# icelink install isn't working



## rankadmiral (Sep 24, 2004)

hi there,

cruised over to best buy yesterday and picked up the dension icelink plus. it's an easy install. still waiting for my ipod to arrived, but borrowed one from a friend. plugged it in and NOTHING. it wouldn't do anything but display a check mark w/ the phrase "ok to disconnect". tried to reboot the ipod and no luck.

anyone know how to get around this issue?


----------



## [email protected] (May 5, 2004)

rankadmiral said:


> hi there,
> 
> cruised over to best buy yesterday and picked up the dension icelink plus. it's an easy install. still waiting for my ipod to arrived, but borrowed one from a friend. plugged it in and NOTHING. it wouldn't do anything but display a check mark w/ the phrase "ok to disconnect". tried to reboot the ipod and no luck.
> 
> anyone know how to get around this issue?


iPod reset is usually all it takes. Was the battery disconnected when the ice>Link was installed? This can be the source of your problem.


----------



## rankadmiral (Sep 24, 2004)

*addition info for Tom at Dension*

Hello Tom,

Thanks for the reply. I did disconnect the battery before doing the install. My headunit is a BMW Traffic Pro (4771). When I switch to cd changer mode, the headunit indicates Disc 1, Track 99. If I advance to Disc 2, it still shows track 99. The ipod shows the ok to disconnect check mark even after reset. Thanks for any assistance you can offer.


----------



## [email protected] (May 5, 2004)

rankadmiral said:


> Hello Tom,
> 
> Thanks for the reply. I did disconnect the battery before doing the install.
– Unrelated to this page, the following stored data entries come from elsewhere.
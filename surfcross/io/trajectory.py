"""Multi-frame XYZ trajectory of the accepted geometries of a run.

Each frame's comment line holds ``key=value`` fields separated by spaces, e.g.::

    step=3 E_S1=-74.5012345678 E_S2=-74.4987654321 gap_ev=0.067185 max_force=1.234e-03

(energies of the followed states in Eh, the gap in eV when the task has one, the largest
component of the tested gradient in Eh/bohr). Any XYZ reader opens the file;
:func:`parse_comment` reads the fields back.
"""

from __future__ import annotations

import math
import os
from pathlib import Path
from typing import Any

from ..units import HARTREE_IN_EV

__all__ = ["frame_comment", "parse_comment", "TrajectoryWriter", "trim_trajectory"]


def frame_comment(record: Any) -> str:
    """Comment line of the frame of one StepRecord."""
    value = record.value
    parts = [f"step={record.iteration}"]
    parts += [f"E_{label}={energy:.10f}" for label, energy in value.energies_eh.items()]
    if value.gap_eh is not None:
        parts.append(f"gap_ev={value.gap_eh * HARTREE_IN_EV:.6f}")
    parts.append(f"max_force={record.max_force:.3e}")
    return " ".join(parts)


def parse_comment(comment: str) -> dict[str, float | int | str]:
    """Fields of a comment written by :func:`frame_comment` ('step' as int, numbers as float)."""
    out: dict[str, float | int | str] = {}
    for token in comment.split():
        key, sep, text = token.partition("=")
        if not sep:
            continue
        if key == "step":
            out[key] = int(text)
            continue
        try:
            out[key] = float(text)
        except ValueError:
            out[key] = text
    return out


class TrajectoryWriter:
    """Observer appending one XYZ frame per accepted StepRecord.

    Records whose step number is not larger than the last written one are skipped, so the
    point a resumed run reports again is not written twice.
    """

    def __init__(self, path: str | os.PathLike, *, last_step: int = -1) -> None:
        self.path = Path(path)
        self.last_step = last_step

    def __call__(self, record: Any) -> None:
        if not record.accepted or record.iteration <= self.last_step:
            return
        with open(self.path, "a", encoding="utf-8") as fh:
            fh.write(record.geometry.to_xyz(frame_comment(record)))
            fh.flush()
        self.last_step = record.iteration


def _atom_line(line: str) -> bool:
    """True for a complete 'Symbol x y z' line (charge and spin are not known here, so the
    frame is checked for shape only, not as a molecule)."""
    parts = line.split()
    if len(parts) != 4:
        return False
    try:
        return all(math.isfinite(float(v)) for v in parts[1:])
    except ValueError:
        return False


def trim_trajectory(path: str | os.PathLike, max_step: int) -> int:
    """Drop frames with a step above ``max_step`` (written after the last checkpoint of an
    interrupted run). Returns the step of the last frame kept (-1 when none is left).

    A frame cut off by a kill (incomplete last lines) is dropped too.
    """
    path = Path(path)
    if not path.exists():
        return -1
    lines = path.read_text(encoding="utf-8").splitlines(keepends=True)
    kept: list[str] = []
    last = -1
    pos = 0
    while pos < len(lines):
        try:
            natom = int(lines[pos].split()[0])
        except (ValueError, IndexError):
            break
        frame = lines[pos:pos + natom + 2]
        if len(frame) < natom + 2 or not frame[-1].endswith("\n"):
            break
        if not all(_atom_line(line) for line in frame[2:]):
            break
        step = parse_comment(frame[1]).get("step", last + 1)
        if int(step) > max_step:
            break
        kept.extend(frame)
        last = int(step)
        pos += natom + 2
    tmp = path.with_name(path.name + ".partial")
    tmp.write_text("".join(kept), encoding="utf-8")
    os.replace(tmp, path)
    return last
My headunit is a BMW Traffic Pro (4771). When I switch to cd changer mode, the headunit indicates Disc 1, Track 99. If I advance to Disc 2, it still shows track 99. The ipod shows the ok to disconnect check mark even after reset. Thanks for any assistance you can offer.


Contact me @ 562.595.5153 x115 and we can run down a list of procedures to find the source of the problem.


----------



## rankadmiral (Sep 24, 2004)

*tom, thanks was able to get it working!*

nt


----------



## DmitriyAt (Mar 29, 2005)

i have the same problem. headunit shows 1-99. 
need help to fix this problem.
Thank you.
98 528i


----------



## tom @ eas (May 5, 2004)

DmitriyAt said:


> i have the same problem. headunit shows 1-99.
> need help to fix this problem.
> Thank you.
> 98 528i


This means the ice>Link is not seeing the iPod. Try reboting the iPod by pressing on the MENU and center buttons for +5 seconds and reconnecting to the ice>Link.

This can also happen when the iPod is disconnected from the computer without ejecting the iPod beforehand - never alloing the iPod to revert back to iPod mode.


----------



## DmitriyAt (Mar 29, 2005)

tom @ eas:
it also happens when im trying to play CDs. A got stock 6 d changer.
i'd take my car to the bmw d-lr but those bustards charge crazy $.


----------



## tom @ eas (May 5, 2004)

DmitriyAt said:


> tom @ eas:
> it also happens when im trying to play CDs. A got stock 6 d changer.
> i'd take my car to the bmw d-lr but those bustards charge crazy $.


I'm not sure why the CD Changer would give the same message unless there is no magazine in the Changer. You might need to take a trip to the dealer.


----------